§ **Saved data entries**:
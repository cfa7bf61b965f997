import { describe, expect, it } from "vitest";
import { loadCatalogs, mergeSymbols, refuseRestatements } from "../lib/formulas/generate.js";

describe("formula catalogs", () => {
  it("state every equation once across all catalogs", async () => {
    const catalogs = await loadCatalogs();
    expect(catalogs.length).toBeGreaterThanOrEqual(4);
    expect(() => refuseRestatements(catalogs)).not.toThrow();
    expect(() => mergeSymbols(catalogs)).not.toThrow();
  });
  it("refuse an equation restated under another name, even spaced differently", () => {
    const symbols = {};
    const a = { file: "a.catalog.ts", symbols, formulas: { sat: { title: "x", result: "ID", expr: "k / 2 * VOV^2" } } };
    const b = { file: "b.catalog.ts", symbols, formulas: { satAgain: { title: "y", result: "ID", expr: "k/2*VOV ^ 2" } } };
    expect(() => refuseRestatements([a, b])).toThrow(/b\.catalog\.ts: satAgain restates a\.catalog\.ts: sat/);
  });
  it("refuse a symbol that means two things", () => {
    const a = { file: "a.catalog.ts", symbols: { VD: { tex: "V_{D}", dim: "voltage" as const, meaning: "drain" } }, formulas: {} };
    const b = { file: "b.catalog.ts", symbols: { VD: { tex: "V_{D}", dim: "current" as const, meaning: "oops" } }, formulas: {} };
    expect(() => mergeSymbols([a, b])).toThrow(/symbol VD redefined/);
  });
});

* * *

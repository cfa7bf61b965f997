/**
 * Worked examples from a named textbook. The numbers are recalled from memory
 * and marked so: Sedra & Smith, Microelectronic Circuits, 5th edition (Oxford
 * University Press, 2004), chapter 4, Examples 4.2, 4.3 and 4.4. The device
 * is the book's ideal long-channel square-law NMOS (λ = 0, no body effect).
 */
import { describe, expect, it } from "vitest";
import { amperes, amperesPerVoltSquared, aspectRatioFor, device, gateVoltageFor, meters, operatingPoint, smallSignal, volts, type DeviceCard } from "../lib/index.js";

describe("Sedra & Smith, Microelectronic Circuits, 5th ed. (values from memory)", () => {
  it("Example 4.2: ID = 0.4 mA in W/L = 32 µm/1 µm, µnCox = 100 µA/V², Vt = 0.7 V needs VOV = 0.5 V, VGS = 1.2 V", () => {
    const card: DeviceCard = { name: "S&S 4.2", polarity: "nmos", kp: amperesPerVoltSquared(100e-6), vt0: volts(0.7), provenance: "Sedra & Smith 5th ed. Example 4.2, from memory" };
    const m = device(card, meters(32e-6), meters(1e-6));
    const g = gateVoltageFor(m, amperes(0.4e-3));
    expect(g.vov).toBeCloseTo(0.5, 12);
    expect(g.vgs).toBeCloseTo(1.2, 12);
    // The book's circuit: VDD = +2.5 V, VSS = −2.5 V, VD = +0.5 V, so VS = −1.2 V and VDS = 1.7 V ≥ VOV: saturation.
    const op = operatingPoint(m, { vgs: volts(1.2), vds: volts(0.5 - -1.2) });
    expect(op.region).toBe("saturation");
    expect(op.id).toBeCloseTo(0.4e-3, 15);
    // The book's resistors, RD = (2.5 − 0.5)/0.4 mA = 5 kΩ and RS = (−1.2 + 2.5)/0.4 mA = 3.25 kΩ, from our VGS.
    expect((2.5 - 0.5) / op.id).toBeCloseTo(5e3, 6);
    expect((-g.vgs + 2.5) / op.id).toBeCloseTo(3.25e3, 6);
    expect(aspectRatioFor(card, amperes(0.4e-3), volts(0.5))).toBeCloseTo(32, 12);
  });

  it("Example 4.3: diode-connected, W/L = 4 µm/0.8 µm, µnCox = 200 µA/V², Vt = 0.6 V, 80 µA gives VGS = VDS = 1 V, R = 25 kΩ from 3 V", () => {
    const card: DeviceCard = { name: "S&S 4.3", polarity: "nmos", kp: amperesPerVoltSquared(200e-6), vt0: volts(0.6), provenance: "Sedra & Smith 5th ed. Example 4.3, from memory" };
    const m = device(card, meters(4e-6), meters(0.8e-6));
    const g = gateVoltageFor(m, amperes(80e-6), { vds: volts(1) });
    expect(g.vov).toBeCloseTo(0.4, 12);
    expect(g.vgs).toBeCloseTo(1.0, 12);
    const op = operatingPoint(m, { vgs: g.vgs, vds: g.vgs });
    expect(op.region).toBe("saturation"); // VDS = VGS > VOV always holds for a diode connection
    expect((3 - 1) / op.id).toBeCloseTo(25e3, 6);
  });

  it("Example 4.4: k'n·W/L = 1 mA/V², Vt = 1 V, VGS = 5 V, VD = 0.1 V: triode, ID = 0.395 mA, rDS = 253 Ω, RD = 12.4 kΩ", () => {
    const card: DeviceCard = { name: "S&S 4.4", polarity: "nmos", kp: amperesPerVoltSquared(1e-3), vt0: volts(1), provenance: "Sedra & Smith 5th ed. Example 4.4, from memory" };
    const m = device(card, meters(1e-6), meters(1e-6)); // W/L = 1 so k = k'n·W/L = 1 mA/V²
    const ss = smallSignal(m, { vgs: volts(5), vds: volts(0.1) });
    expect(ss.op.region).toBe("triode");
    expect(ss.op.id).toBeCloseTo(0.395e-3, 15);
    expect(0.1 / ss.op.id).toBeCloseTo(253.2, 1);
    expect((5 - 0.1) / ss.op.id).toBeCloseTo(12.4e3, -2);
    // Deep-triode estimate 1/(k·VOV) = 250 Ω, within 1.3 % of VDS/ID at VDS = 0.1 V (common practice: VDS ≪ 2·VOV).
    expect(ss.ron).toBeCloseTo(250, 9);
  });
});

§ **INSTRUCTIONS TO FOLLOW**:
From the records above, copy only the lines starting with the line that holds "µm/1 µm, µnCox" and going on through the line that holds "V ≥ VOV: saturation.", exactly as written.

§ **RESULT**:
  it("Example 4.2: ID = 0.4 mA in W/L = 32 µm/1 µm, µnCox = 100 µA/V², Vt = 0.7 V needs VOV = 0.5 V, VGS = 1.2 V", () => {
    const card: DeviceCard = { name: "S&S 4.2", polarity: "nmos", kp: amperesPerVoltSquared(100e-6), vt0: volts(0.7), provenance: "Sedra & Smith 5th ed. Example 4.2, from memory" };
    const m = device(card, meters(32e-6), meters(1e-6));
    const g = gateVoltageFor(m, amperes(0.4e-3));
    expect(g.vov).toBeCloseTo(0.5, 12);
    expect(g.vgs).toBeCloseTo(1.2, 12);
    // The book's circuit: VDD = +2.5 V, VSS = −2.5 V, VD = +0.5 V, so VS = −1.2 V and VDS = 1.7 V ≥ VOV: saturation.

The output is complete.